>>>

/// The command tree in SCPI notation. Measurement queries are reachable
/// under MEASure, READ and FETCh alike (continuously measuring instruments
/// treat them the same).
pub const TREE: &[(&str, Cmd)] = &[
    ("*IDN", Cmd::Idn),
    ("*RST", Cmd::Rst),
    ("*CLS", Cmd::Cls),
    ("*OPC", Cmd::Opc),
    ("*WAI", Cmd::Wai),
    ("*ESR", Cmd::Esr),
    ("*ESE", Cmd::Ese),
    ("*STB", Cmd::Stb),
    ("*SRE", Cmd::Sre),
    ("*TST", Cmd::Tst),
    ("SYSTem:ERRor[:NEXT]", Cmd::SystemError),
    ("SYSTem:ERRor:COUNt", Cmd::SystemErrorCount),
    ("SYSTem:VERSion", Cmd::SystemVersion),
    (
        "[SOURce:]VOLTage[:LEVel][:IMMediate][:AMPLitude]",
        Cmd::Voltage,
    ),
    (
        "[SOURce:]CURRent[:LEVel][:IMMediate][:AMPLitude]",
        Cmd::Current,
    ),
    ("[SOURce:]POWer[:LEVel][:IMMediate][:AMPLitude]", Cmd::Power),
    (
        "[SOURce:]RESistance[:LEVel][:IMMediate][:AMPLitude]",
        Cmd::Resistance,
    ),
    ("[SOURce:]FUNCtion[:MODE]", Cmd::Function),
    ("OUTPut[:STATe]", Cmd::Output),
    ("INPut[:STATe]", Cmd::Input),
    ("MEASure[:SCALar]:VOLTage[:DC]", Cmd::MeasureVoltage),
    ("MEASure[:SCALar]:CURRent[:DC]", Cmd::MeasureCurrent),
    ("MEASure[:SCALar]:POWer[:DC]", Cmd::MeasurePower),
    ("MEASure[:SCALar]:TEMPerature", Cmd::MeasureTemperature),
    ("READ[:SCALar]:VOLTage[:DC]", Cmd::MeasureVoltage),
    ("READ[:SCALar]:CURRent[:DC]", Cmd::MeasureCurrent),
    ("READ[:SCALar]:POWer[:DC]", Cmd::MeasurePower),
    ("READ[:SCALar]:TEMPerature", Cmd::MeasureTemperature),
    ("FETCh[:SCALar]:VOLTage[:DC]", Cmd::MeasureVoltage),
    ("FETCh[:SCALar]:CURRent[:DC]", Cmd::MeasureCurrent),
    ("FETCh[:SCALar]:POWer[:DC]", Cmd::MeasurePower),
    ("FETCh[:SCALar]:TEMPerature", Cmd::MeasureTemperature),
    ("ROUTe:SCAN", Cmd::RouteScan),
    ("CONFigure[:SCALar]:VOLTage[:DC]", Cmd::Configure),
    ("CONFigure[:SCALar]:TEMPerature", Cmd::Configure),
    ("INITiate[:IMMediate]", Cmd::Initiate),
    ("READ", Cmd::ReadScan),
    ("FETCh", Cmd::FetchScan),
    (
        "[SOURce:]VOLTage:PROTection:UNDer[:LEVel]",
        Cmd::ProtectionLevel(Protect::UnderVoltage),
    ),
    (
        "[SOURce:]VOLTage:PROTection:UNDer:STATe",
        Cmd::ProtectionState(Protect::UnderVoltage),
    ),
    (
        "[SOURce:]VOLTage:PROTection:UNDer:TRIPped",
        Cmd::ProtectionTripped(Protect::UnderVoltage),
    ),
    (
        "[SOURce:]VOLTage:PROTection[:LEVel]",
        Cmd::ProtectionLevel(Protect::OverVoltage),
    ),
    (
        "[SOURce:]VOLTage:PROTection:STATe",
        Cmd::ProtectionState(Protect::OverVoltage),
    ),
    (
        "[SOURce:]VOLTage:PROTection:TRIPped",
        Cmd::ProtectionTripped(Protect::OverVoltage),
    ),
    ("[SOURce:]VOLTage:PROTection:CLEar", Cmd::ProtectionClear),
    (
        "[SOURce:]CURRent:PROTection[:LEVel]",
        Cmd::ProtectionLevel(Protect::OverCurrent),
    ),
    (
        "[SOURce:]CURRent:PROTection:STATe",
        Cmd::ProtectionState(Protect::OverCurrent),
    ),
    (
        "[SOURce:]CURRent:PROTection:TRIPped",
        Cmd::ProtectionTripped(Protect::OverCurrent),
    ),
    ("[SOURce:]CURRent:PROTection:CLEar", Cmd::ProtectionClear),
    (
        "[SOURce:]POWer:PROTection[:LEVel]",
        Cmd::ProtectionLevel(Protect::OverPower),
    ),
    (
        "[SOURce:]POWer:PROTection:STATe",
        Cmd::ProtectionState(Protect::OverPower),
    ),
    (
        "[SOURce:]POWer:PROTection:TRIPped",
        Cmd::ProtectionTripped(Protect::OverPower),
    ),
    ("[SOURce:]POWer:PROTection:CLEar", Cmd::ProtectionClear),
    ("[SOURce:]VOLTage:ON[:LEVel]", Cmd::VoltageOn),
    ("OUTPut:PROTection:CLEar", Cmd::ProtectionClear),
    ("INPut:PROTection:CLEar", Cmd::ProtectionClear),
    (
        "STATus:OPERation:CONDition",
        Cmd::StatusCondition(Register::Operation),
    ),
    (
        "STATus:OPERation[:EVENt]",
        Cmd::StatusEvent(Register::Operation),
    ),
    (
        "STATus:OPERation:ENABle",
        Cmd::StatusEnable(Register::Operation),
    ),
    (
        "STATus:OPERation:PTRansition",
        Cmd::StatusPositive(Register::Operation),
    ),
    (
        "STATus:OPERation:NTRansition",
        Cmd::StatusNegative(Register::Operation),
    ),
    (
        "STATus:QUEStionable:CONDition",
        Cmd::StatusCondition(Register::Questionable),
    ),
    (
        "STATus:QUEStionable[:EVENt]",
        Cmd::StatusEvent(Register::Questionable),
    ),
    (
        "STATus:QUEStionable:ENABle",
        Cmd::StatusEnable(Register::Questionable),
    ),
    (
        "STATus:QUEStionable:PTRansition",
        Cmd::StatusPositive(Register::Questionable),
    ),
    (
        "STATus:QUEStionable:NTRansition",
        Cmd::StatusNegative(Register::Questionable),
    ),
    ("STATus:PRESet", Cmd::StatusPreset),
];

<<<

Try it:
Where does "OUTPut" appear in the records above? Copy every line that has it.

Response area:
    ("OUTPut[:STATe]", Cmd::Output),
    ("OUTPut:PROTection:CLEar", Cmd::ProtectionClear),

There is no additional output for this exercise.